(Beginning of Records for this task)

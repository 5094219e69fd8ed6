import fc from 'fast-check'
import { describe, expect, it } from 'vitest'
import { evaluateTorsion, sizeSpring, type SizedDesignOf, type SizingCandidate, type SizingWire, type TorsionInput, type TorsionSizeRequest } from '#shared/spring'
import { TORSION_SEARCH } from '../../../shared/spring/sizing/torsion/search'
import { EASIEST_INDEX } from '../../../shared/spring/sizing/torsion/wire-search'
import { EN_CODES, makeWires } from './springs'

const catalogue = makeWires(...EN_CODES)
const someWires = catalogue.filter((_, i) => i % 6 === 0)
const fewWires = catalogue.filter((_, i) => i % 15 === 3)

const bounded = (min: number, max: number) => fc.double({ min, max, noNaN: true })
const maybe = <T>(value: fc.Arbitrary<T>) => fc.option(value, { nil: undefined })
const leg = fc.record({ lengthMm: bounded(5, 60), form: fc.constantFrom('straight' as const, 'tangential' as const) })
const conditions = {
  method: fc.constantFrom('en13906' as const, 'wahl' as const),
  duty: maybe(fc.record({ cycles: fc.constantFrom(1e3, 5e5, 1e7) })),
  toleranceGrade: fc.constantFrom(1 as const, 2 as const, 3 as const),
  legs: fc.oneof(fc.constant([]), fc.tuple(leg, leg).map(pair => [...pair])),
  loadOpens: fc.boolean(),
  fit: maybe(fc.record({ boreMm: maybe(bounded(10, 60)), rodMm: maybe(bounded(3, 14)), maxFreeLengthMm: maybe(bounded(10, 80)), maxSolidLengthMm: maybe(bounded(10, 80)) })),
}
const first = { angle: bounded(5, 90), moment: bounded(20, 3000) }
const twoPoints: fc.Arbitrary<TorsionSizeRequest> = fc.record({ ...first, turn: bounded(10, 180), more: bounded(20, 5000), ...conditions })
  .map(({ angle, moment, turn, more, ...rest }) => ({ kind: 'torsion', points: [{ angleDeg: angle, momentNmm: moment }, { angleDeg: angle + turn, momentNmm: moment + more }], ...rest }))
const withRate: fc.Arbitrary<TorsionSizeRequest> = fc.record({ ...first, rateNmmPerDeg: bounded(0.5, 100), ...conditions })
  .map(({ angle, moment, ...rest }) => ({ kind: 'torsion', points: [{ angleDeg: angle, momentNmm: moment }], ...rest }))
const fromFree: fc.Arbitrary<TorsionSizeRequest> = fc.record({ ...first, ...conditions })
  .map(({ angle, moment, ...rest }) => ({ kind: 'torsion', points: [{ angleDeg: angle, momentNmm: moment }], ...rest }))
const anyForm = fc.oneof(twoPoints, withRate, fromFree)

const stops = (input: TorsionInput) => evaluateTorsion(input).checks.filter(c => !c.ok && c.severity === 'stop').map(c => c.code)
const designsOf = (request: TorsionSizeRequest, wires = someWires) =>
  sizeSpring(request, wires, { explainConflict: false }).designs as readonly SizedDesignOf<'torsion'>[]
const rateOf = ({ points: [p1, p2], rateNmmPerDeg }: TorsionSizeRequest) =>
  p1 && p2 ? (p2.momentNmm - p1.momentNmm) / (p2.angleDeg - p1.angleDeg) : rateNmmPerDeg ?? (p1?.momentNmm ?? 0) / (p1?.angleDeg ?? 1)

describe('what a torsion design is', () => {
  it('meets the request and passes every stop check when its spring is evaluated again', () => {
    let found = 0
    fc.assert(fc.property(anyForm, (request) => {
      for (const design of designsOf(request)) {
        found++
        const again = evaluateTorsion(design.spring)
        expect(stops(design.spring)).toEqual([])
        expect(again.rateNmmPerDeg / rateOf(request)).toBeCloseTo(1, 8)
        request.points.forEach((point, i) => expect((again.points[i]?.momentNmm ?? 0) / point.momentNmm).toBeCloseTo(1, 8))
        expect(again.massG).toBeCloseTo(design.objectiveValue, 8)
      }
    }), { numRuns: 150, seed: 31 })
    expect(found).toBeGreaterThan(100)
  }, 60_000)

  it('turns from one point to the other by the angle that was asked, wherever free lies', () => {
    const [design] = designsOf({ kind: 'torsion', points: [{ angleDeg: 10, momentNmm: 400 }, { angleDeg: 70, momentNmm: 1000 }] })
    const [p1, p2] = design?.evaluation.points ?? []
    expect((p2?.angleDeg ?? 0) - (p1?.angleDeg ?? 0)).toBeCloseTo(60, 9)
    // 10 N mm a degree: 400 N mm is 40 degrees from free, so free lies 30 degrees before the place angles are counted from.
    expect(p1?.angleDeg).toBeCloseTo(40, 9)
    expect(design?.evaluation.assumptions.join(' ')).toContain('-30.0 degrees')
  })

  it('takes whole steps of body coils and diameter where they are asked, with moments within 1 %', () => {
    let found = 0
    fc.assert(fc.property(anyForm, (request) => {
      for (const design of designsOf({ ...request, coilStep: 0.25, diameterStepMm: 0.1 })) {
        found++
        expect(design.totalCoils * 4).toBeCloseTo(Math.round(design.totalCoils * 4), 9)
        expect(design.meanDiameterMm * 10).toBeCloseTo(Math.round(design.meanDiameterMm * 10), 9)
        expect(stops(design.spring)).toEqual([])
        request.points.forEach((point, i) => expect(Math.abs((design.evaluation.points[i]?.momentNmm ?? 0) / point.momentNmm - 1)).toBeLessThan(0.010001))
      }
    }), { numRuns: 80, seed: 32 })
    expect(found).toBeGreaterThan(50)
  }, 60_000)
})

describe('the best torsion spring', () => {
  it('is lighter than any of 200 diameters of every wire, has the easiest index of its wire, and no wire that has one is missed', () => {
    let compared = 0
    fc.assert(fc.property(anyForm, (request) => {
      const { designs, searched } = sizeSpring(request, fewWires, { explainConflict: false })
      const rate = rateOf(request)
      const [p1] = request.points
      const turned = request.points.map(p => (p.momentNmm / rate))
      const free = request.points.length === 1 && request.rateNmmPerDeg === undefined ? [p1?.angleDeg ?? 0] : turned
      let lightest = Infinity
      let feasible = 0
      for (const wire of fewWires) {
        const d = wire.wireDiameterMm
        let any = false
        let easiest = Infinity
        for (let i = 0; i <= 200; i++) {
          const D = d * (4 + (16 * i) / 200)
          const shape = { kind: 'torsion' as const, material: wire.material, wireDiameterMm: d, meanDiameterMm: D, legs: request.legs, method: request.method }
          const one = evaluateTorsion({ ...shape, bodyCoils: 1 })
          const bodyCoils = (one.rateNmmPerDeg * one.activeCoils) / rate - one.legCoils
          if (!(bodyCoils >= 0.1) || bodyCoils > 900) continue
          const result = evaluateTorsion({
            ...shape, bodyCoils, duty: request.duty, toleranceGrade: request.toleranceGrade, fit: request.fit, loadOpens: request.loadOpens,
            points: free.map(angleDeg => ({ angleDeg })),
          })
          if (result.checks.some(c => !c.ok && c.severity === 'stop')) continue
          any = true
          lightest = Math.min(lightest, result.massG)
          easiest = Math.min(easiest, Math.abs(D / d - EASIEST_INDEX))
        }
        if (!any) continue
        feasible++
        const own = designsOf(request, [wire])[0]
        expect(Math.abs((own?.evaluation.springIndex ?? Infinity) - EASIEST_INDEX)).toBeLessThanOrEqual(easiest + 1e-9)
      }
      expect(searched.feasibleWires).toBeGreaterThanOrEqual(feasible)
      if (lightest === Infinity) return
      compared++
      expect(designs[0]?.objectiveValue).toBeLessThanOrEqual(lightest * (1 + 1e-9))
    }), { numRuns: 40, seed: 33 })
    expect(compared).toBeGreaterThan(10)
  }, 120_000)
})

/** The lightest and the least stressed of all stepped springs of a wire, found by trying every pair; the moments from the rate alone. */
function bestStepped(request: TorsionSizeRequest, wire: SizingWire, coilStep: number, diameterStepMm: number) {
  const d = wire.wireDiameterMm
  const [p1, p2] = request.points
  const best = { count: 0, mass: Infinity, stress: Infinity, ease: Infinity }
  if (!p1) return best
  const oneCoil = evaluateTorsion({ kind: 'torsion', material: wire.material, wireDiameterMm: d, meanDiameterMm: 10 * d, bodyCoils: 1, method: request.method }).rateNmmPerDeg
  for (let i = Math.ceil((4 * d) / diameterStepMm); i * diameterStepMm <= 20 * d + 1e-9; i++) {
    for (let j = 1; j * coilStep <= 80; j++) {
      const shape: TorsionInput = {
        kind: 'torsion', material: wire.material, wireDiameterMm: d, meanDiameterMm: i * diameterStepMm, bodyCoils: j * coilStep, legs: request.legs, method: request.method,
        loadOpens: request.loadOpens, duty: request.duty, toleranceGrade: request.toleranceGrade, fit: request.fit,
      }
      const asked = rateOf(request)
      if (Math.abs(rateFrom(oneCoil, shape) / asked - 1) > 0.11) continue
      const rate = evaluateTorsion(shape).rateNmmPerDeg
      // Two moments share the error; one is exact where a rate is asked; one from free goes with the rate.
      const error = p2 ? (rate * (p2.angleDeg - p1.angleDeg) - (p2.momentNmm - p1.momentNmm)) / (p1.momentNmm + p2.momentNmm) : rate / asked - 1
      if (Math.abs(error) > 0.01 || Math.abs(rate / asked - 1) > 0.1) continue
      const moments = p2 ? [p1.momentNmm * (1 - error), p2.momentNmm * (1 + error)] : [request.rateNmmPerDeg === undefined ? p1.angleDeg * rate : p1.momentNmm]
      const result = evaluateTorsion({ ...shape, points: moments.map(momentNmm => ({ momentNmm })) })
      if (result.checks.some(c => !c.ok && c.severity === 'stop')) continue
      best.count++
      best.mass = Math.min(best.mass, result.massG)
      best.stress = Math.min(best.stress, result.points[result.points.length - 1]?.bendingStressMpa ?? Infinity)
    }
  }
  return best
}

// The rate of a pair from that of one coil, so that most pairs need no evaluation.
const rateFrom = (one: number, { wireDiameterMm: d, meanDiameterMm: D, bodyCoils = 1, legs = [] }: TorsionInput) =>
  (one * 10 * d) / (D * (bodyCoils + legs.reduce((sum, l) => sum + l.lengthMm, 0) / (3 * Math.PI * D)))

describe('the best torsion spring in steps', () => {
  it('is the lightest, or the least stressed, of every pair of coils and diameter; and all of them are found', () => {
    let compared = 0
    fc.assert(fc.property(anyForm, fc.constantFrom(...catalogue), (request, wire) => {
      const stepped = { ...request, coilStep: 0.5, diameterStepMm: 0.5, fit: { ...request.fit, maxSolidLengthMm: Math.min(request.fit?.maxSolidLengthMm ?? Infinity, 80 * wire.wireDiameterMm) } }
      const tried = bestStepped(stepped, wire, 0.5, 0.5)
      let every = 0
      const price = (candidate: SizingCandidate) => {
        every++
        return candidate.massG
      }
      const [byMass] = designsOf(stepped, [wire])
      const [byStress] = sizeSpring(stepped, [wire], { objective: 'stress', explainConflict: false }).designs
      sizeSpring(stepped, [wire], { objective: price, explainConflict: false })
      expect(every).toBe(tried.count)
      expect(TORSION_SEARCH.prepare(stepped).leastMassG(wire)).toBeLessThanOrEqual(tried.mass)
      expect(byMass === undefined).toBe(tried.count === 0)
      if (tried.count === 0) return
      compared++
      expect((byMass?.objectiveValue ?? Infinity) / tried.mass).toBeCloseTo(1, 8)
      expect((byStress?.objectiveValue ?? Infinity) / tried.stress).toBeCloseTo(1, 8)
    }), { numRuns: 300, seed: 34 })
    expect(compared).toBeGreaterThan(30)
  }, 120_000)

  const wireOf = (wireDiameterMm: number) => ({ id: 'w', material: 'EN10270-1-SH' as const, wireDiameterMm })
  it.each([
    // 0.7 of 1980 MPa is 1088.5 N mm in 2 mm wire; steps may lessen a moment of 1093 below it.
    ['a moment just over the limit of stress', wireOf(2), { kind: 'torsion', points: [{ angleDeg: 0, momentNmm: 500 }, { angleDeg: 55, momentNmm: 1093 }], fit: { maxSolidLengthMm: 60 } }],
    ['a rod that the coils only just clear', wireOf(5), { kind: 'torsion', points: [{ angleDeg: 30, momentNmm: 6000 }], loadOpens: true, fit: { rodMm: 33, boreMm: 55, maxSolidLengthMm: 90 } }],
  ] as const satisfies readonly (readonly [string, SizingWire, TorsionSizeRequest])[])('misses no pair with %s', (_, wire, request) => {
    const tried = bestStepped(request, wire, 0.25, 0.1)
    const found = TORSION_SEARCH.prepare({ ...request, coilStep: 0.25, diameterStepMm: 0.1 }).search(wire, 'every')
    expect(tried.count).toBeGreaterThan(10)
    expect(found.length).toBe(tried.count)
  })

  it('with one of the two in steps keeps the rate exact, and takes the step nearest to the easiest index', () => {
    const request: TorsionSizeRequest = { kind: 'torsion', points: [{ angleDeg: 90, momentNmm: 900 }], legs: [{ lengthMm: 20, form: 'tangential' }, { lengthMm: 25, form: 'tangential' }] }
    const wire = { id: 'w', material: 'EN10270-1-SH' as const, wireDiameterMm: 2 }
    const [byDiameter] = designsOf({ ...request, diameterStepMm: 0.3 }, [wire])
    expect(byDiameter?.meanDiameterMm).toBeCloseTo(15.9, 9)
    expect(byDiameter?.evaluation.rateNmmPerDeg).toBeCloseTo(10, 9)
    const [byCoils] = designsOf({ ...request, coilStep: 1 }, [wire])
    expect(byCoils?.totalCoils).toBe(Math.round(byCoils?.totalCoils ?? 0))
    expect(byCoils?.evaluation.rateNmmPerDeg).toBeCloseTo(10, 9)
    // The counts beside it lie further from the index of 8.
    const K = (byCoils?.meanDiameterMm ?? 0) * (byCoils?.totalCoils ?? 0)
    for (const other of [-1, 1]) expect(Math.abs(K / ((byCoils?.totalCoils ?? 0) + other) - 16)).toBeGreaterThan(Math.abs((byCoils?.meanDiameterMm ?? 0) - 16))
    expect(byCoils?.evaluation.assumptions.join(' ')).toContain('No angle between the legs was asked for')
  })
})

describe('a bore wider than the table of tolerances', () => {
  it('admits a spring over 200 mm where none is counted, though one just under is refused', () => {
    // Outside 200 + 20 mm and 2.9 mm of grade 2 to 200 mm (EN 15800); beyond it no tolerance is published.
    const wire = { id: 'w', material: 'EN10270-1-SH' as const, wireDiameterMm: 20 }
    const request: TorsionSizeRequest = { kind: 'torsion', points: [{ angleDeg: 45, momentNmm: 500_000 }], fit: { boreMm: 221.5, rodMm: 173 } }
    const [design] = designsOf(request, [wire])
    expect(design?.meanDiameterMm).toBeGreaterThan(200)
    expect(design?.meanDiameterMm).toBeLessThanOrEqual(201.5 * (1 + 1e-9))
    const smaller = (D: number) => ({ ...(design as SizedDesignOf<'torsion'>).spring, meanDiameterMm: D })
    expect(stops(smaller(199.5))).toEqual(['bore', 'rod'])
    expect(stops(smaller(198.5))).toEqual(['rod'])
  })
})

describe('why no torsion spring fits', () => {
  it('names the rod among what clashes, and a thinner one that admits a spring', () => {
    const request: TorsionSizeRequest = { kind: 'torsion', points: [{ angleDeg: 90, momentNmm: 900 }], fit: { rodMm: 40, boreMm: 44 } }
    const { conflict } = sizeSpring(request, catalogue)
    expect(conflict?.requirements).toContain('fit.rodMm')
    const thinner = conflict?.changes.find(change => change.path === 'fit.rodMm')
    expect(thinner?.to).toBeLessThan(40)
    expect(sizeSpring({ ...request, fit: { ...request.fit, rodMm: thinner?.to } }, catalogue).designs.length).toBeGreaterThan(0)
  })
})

(End of Records for this task)

### Task prompt
Reproduce each line of the records in which the word "lightest" appears.

### Exercise answer
      let lightest = Infinity
          lightest = Math.min(lightest, result.massG)
      if (lightest === Infinity) return
      expect(designs[0]?.objectiveValue).toBeLessThanOrEqual(lightest * (1 + 1e-9))
/** The lightest and the least stressed of all stepped springs of a wire, found by trying every pair; the moments from the rate alone. */
  it('is the lightest, or the least stressed, of every pair of coils and diameter; and all of them are found', () => {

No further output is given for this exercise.